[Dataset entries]

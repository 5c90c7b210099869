"""Intake: what comes in, what is refused and kept, what waits; nothing holds up the rest."""

from __future__ import annotations

from datetime import date
from typing import Any

import pytest

from fieldlog.canonical import sha256_hex
from fieldlog.procedures.deficiency import Deficiency
from fieldlog.procedures.event import Event
from fieldlog.procedures.fields import Restoration
from fieldlog.procedures.gauge_reading import GaugeReadings
from fieldlog.procedures.note import Note
from fieldlog.procedures.organisation import Organisation
from fieldlog.procedures.remedy import Remedy
from fieldlog.procedures.sign_off import Covered, Signer, SignOff
from fieldlog.procedures.site import Site
from fieldlog.procedures.visit import Visit
from fieldlog.records.entries import Arrival, Receipt, Refusal
from fieldlog.services import intake
from fieldlog.storage import entries, refusals, statements


def test_a_bad_text_holds_up_nothing_and_is_kept(office: Any) -> None:
    good = office.text("note", Note(text="Key with gate 12"))
    result = office.take('{"uid":', good, "not json at all")
    assert [receipt.uid for receipt in result.receipts] == [entries.entry_by_number(
        office.instance.connection, result.receipts[0].number).uid]  # fmt: skip
    assert [refusal.code for refusal in result.refused] == ["input", "input"]
    kept = refusals.kept(office.instance.connection)
    assert {one.text for one in kept} == {'{"uid":', "not json at all"}


def test_outcomes_stand_in_the_order_of_the_texts(office: Any) -> None:
    good, late = office.text("note", Note(text="first")), office.text("note", Note(text="waits"), site=office_uid(77))
    texts = ["[]", good, late, "{}"]
    result = office.take(*texts)
    found = intake.outcomes([Arrival(text) for text in texts], result)
    assert [type(one) for one in found] == [Refusal, Receipt, type(None), Refusal]


def office_uid(number: int) -> str:
    return f"00005eed-0000-4000-8000-{number:012x}"


def test_an_author_nobody_knows_is_refused_by_field(office: Any) -> None:
    result = office.take(office.text("note", Note(text="who?"), author=office_uid(99)))
    assert [(refusal.field, refusal.code) for refusal in result.refused] == [("author", "input")]


def test_one_instance_serves_one_organisation(office: Any) -> None:
    other = office_uid(98)
    result = office.take(office.text("organisation", Organisation(name="Other"), uid=other, author=other, site=None))
    assert [refusal.code for refusal in result.refused] == ["conflict"]


def test_an_entry_waits_for_its_site_and_comes_in_with_it(office: Any) -> None:
    site = office_uid(55)
    note = office.text("note", Note(text="early"), site=site)
    assert len(office.take(note).waiting) == 1
    result = office.take(office.text("site", Site(name="Late site"), uid=site, site=None))
    assert len(result.receipts) == 1
    assert {entry.kind for entry in entries.entries_of_site(office.instance.connection, site)} == {"site", "note"}


def test_the_same_text_again_gets_the_same_receipt_and_another_text_is_refused(office: Any) -> None:
    one = office.text("note", Note(text="one"), uid=office_uid(33))
    other = office.text("note", Note(text="other"), uid=office_uid(33))
    first, again = office.take(one), office.take(one)
    assert again.receipts == first.receipts
    assert again.repeated == (office_uid(33),)
    assert [refusal.code for refusal in office.take(other).refused] == ["conflict"]
    assert entries.entry_by_uid(office.instance.connection, office_uid(33)).body["text"] == "one"


@pytest.mark.parametrize(
    ("role", "kind", "is_taken"),
    [
        ("technician", "note", True),
        ("technician", "organisation", False),
        ("owner", "note", False),
        ("owner", "remedy", True),
        ("office", "event", True),  # by the organisation itself, for the instance
        ("technician", "event", False),
    ],
)
def test_who_may_make_which(office: Any, role: str, kind: str, is_taken: bool) -> None:
    bodies = {
        "note": Note(text="x"),
        "organisation": Organisation(name="Contractor"),
        "remedy": Remedy(
            deficiency=office_uid(1), done_on=date(2026, 3, 4), by="Owner", evidence="photo at the office"
        ),
        "event": Event(what="export"),
    }
    organisation = entries.in_force_of_kind(office.instance.connection, "organisation")[0]
    more: dict[str, Any] = {}
    if kind == "organisation":
        more = {"subject": organisation.subject, "based_on": organisation.uid, "reason": "moved", "site": None}
    result = office.take(office.text(kind, bodies[kind], **more), authority=intake.Authority(role))
    assert ("not_allowed" not in {refusal.code for refusal in result.refused}) == is_taken


@pytest.mark.parametrize(("role", "is_taken"), [("owner", False), ("technician", True), ("office", True)])
def test_an_owner_confirms_no_own_remedy(office: Any, role: str, is_taken: bool) -> None:
    found = Deficiency(text="Grate missing", found_on=date(2026, 3, 4), class_="noncritical", proposed_by="fieldlog")
    remedy = Remedy(
        deficiency=office.enter("deficiency", found), done_on=date(2026, 3, 6), by="Owner", evidence="photo",
        confirmed_by="Owner A",
    )  # fmt: skip
    result = office.take(office.text("remedy", remedy), authority=intake.Authority(role))
    assert bool(result.receipts) == is_taken
    assert [(one.field, one.code) for one in result.refused] == (
        [] if is_taken else [("body.confirmed_by", "not_allowed")]
    )


def test_a_site_that_is_not_granted_is_as_one_that_is_not_there(office: Any) -> None:
    authority = intake.Authority("technician", frozenset({office_uid(3)}))
    result = office.take(office.text("note", Note(text="x")), authority=authority)
    assert [refusal.code for refusal in result.refused] == ["not_allowed"]


@pytest.mark.parametrize("is_batch", [True, False])
@pytest.mark.parametrize("is_shut", [True, False])
def test_what_is_not_back_to_normal_is_not_signed_as_finished(office: Any, is_batch: bool, is_shut: bool) -> None:
    visit = office.enter("visit", Visit(state="open", on=date(2026, 5, 6)))
    body = GaugeReadings(
        performed_on=date(2026, 5, 6), done="partly", not_done_reason="rain",
        restored=Restoration(valves=True, drain_shut=is_shut),
    )  # fmt: skip
    reading = office.text("gauge_reading", body, visit=visit, uid=office_uid(41))
    covers = (Covered(uid=office_uid(41), sha256=sha256_hex(reading)),)
    signer = Signer(role="technician", name="Technician A", strokes="M 3 4 L 15 26")
    signed = SignOff(covers=covers, signers=(signer,), summary="Only the listed items.", signed_on=date(2026, 5, 6))
    sign_off = office.text("sign_off", signed, visit=visit)
    results = [office.take(reading, sign_off)] if is_batch else [office.take(reading), office.take(sign_off)]
    refused = [refusal.field for result in results for refusal in result.refused]
    assert refused == ([] if is_shut else ["body.covers"])


def test_only_what_bears_on_statements_marks_supplies(office: Any, history: Any) -> None:
    history()
    connection = office.instance.connection
    for supply in statements.due(connection, date(2026, 5, 6)):
        assert supply
    from fieldlog.services import judging

    judging.judge_due(connection, date(2026, 5, 6))
    assert statements.due(connection, date(2026, 5, 6)) == []
    office.enter("note", Note(text="no bearing"))
    assert statements.due(connection, date(2026, 5, 6)) == []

Task instructions. Nothing but the lines above from the one containing "from fieldlog.procedures.remedy import Remedy" through the one containing "from fieldlog.storage import" should appear in the answer, each repeated exactly.

Finished exercise.
from fieldlog.procedures.remedy import Remedy
from fieldlog.procedures.sign_off import Covered, Signer, SignOff
from fieldlog.procedures.site import Site
from fieldlog.procedures.visit import Visit
from fieldlog.records.entries import Arrival, Receipt, Refusal
from fieldlog.services import intake
from fieldlog.storage import entries, refusals, statements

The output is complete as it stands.